New Inference-Time Scaling Technique Enhances Planning Accuracy in Large Language Models

Understanding Inference-Time Scaling in AI
As 2025 approaches, one of the major focuses in artificial intelligence (AI) is inference-time scaling. Various AI laboratories are engaging with this concept in unique ways. A notable contribution comes from Google DeepMind, which has introduced an innovative technique called “Mind Evolution.” This method aims to enhance the responses of large language models (LLMs) concerning tasks that involve planning and reasoning.
What is Inference-Time Scaling?
Inference-time scaling refers to techniques designed to enhance the performance of LLMs by allowing them to perform more internal "thinking" before generating responses. Instead of generating a response all at once, models can create multiple answers, analyze them, and refine their final outputs. This approach can lead to more accurate and reliable answers, particularly for complex queries.
Key Components of Mind Evolution
Mind Evolution hinges on two primary elements: search algorithms and genetic algorithms.
Search Algorithms
Search algorithms play a crucial role in most inference-time scaling methods. They aid LLMs in identifying the best reasoning paths to reach optimal solutions to problems.
Genetic Algorithms
These algorithms draw inspiration from the concept of natural selection, creating and developing a group of candidate solutions based on a specific goal, known as the "fitness function." This evolution of solutions allows for more nuanced and effective responses.
How Mind Evolution Works
The process begins with creating a population of potential solutions in natural language. The LLM generates these solutions after being given a clear problem description and relevant instructions. It then evaluates each potential solution, making improvements as necessary.
- Selection of Parents: The algorithm chooses parent solutions based on quality, favoring higher-quality options more likely to be selected.
- Crossover and Mutation: New solutions are created through crossover, which involves combining elements from parent solutions, and mutation, where random changes are applied.
- Cycle of Refinement: This cycle of evaluation, selection, and combination continues until an optimal solution is found or until a set number of iterations has been completed.
Evaluating Solutions
A critical aspect of Mind Evolution is its evaluation function. Unlike other methods that require structuring a problem from natural language into formal representations, Mind Evolution allows for the utilization of natural language directly. This simplifies the problem-solving process and provides the LLM with textual feedback along with numerical scores, enabling targeted improvements.
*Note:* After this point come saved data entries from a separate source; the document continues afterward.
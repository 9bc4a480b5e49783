"""Design files version 2: the estimator gain L and its settings, plant noise, and reading version 1.

Exactness is checked bit for bit with struct (as in test_design_file.py): Python's repr of a
float reads back to the same double (David Gay's correctly rounded conversions; from memory).
"""

import json
import struct

import numpy as np
import pytest

from gainboard import core
from gainboard.app.design_file import Design, DesignFileError, EstimatorDesign, design_from_json, design_to_json
from gainboard.app.plant_text import plant_to_toml
from gainboard.app.snapshot import design_from_snapshot, snapshot_code

PLANT = core.Plant(A=[[0.0, 1.0], [0.0, 0.0]], B=[[0.0], [1.0]], C=[[1.0, 0.0]],
                   noise=core.noise_intensities([0.0, 0.25], [1e-4]))


def bits(value) -> bytes:
    return b"".join(struct.pack("<d", float(v)) for v in np.ravel(np.asarray(value, dtype=float)))


def kalman_design() -> Design:
    result = core.design_kalman_estimator(PLANT)
    settings = EstimatorDesign.from_result(result, initial_estimate=[0.1, -0.0])
    return Design(plant=PLANT, gain=[[1.0, 1.4]], estimator=settings)


def test_estimator_and_plant_noise_survive_a_design_file_bit_for_bit():
    design = kalman_design()
    again = design_from_json(design_to_json(design))
    assert bits(again.estimator.gain) == bits(design.estimator.gain)
    assert bits(again.estimator.process_noise) == bits(PLANT.noise.process)
    assert bits(again.estimator.initial_estimate) == bits([0.1, -0.0])  # −0.0 kept
    assert again.estimator.form == "full-order" and again.estimator.method == "steady-state Kalman filter"
    assert bits(again.plant.noise.measurement) == bits([[1e-4]])
    assert again.format_version == 2


def test_pole_assignment_settings_keep_the_requested_poles():
    result = core.assign_estimator_poles(PLANT, [-3 + 4j, -3 - 4j])
    design = Design(plant=PLANT, gain=[[1.0, 1.4]],
                    estimator=EstimatorDesign.from_result(result, poles=[-3 + 4j, -3 - 4j]))
    again = design_from_json(design_to_json(design))
    assert again.estimator.poles == (-3 + 4j, -3 - 4j)
    np.testing.assert_array_equal(again.estimator.gain, [[6.0], [25.0]])  # hand-derived: s² + 6s + 25


def test_version_one_files_are_still_read_and_written_again_as_version_two():
    version_one = {"format": "gainboard-design", "version": 1,
                   "plant": {"model": {"A": [[-1.0]], "B": [[1.0]]}}, "gain": {"K": [[2.0]]}}
    design = design_from_json(json.dumps(version_one))
    assert design.estimator is None and design.format_version == 1
    assert json.loads(design_to_json(design))["version"] == 2
    with pytest.raises(DesignFileError, match="\"estimator\" is new in design format version 2"):
        design_from_json(json.dumps({**version_one, "estimator": None}))


@pytest.mark.parametrize("estimator, message", [
    ({"form": "full-order", "L": [[1.0, 2.0]]}, "L is 1×2 but must be 2×1"),
    ({"form": "sideways", "L": [[1.0], [2.0]]}, "estimator form 'sideways' is not known"),
    ({"form": "current", "L": [[1.0], [2.0]]}, "not for a continuous plant"),
    ({"L": [[1.0], [2.0]]}, "must give \"form\""),
    ({"form": "full-order", "L": [[1.0], ["x"]]}, "contains 'x', which is not a number"),
    ({"form": "full-order", "L": [[1.0], [2.0]], "gain": 3}, "unknown key"),
    ({"form": "full-order", "L": [[1.0], [2.0]], "method": "magic"}, "estimator method 'magic' is not known"),
    ({"form": "full-order", "L": [[1.0], [2.0]], "process_noise": [[1.0, 0.0], [0.0, -1.0]],
      "measurement_noise": [[1.0]]}, "positive semidefinite"),
    ({"form": "full-order", "L": [[1.0], [2.0]], "initial_estimate": [1.0]}, "initial estimate must be 2"),
])
def test_malformed_estimator_entries_are_refused_naming_the_fault(estimator, message):
    document = json.loads(design_to_json(Design(plant=PLANT, gain=[[1.0, 1.4]])))
    document["estimator"] = estimator
    with pytest.raises(DesignFileError, match=message):
        design_from_json(json.dumps(document), "bad.json")


def test_snapshot_links_carry_the_estimator():
    design = kalman_design()
    again = design_from_snapshot(snapshot_code(design))
    assert bits(again.estimator.gain) == bits(design.estimator.gain)


def test_plant_files_written_from_the_workbench_keep_the_noise_table():
    text = plant_to_toml(PLANT)
    assert "[noise]" in text
    assert bits(core.parse_plant_text(text).noise.process) == bits(PLANT.noise.process)


def test_changing_k_keeps_the_estimator():
    design = kalman_design()
    assert bits(design.with_gain([[2.0, 2.0]]).estimator.gain) == bits(design.estimator.gain)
Exploring Diverse Solutions
Mind Evolution adopts an "island" model to explore a wider range of solutions. During each stage, the algorithm groups solutions that evolve independently. The best solutions are then migrated between groups to foster collaboration and innovation between them.
Mind Evolution and Its Application in Planning Tasks
The effectiveness of Mind Evolution was tested against several baseline techniques, including:
- 1-Pass: The model generates only one answer.
- Best-of-N: Multiple answers are produced and the best one is chosen.
- Sequential Revisions+: This involves independent generation of candidate solutions, subsequently revised over numerous iterations.
In their testing, Mind Evolution significantly outperformed these baseline methods across various planning tasks, such as trip and meeting planning, illustrating its capability to generate quality solutions efficiently.
Performance Metrics
Testing found that traditional models like Gemini 1.5 Flash and others struggled with benchmarks like TravelPlanner. These models achieved low success rates, with only 5.6% and 11.7% success, respectively. In contrast, Mind Evolution achieved a 95% success rate on the same benchmark, demonstrating its superior capability, especially when tasks became more complex.
The researchers used Gemini 1.5 Flash for most experiments and explored a two-stage model strategy for increased efficiency. This model allowed for the use of higher-performing versions only when necessary, which further improved cost-effectiveness.
Mind Evolution also consumed fewer tokens compared to the nearest competing technique, Sequential-Revision+, while delivering high performance in a range of tests. The consistent outperforming of Mind Evolution as task difficulty increased emphasizes its robustness and potential for future applications in AI-driven problem-solving. This highlights the advantages of using an evolutionary strategy that integrates broad searches with deep solution refinements.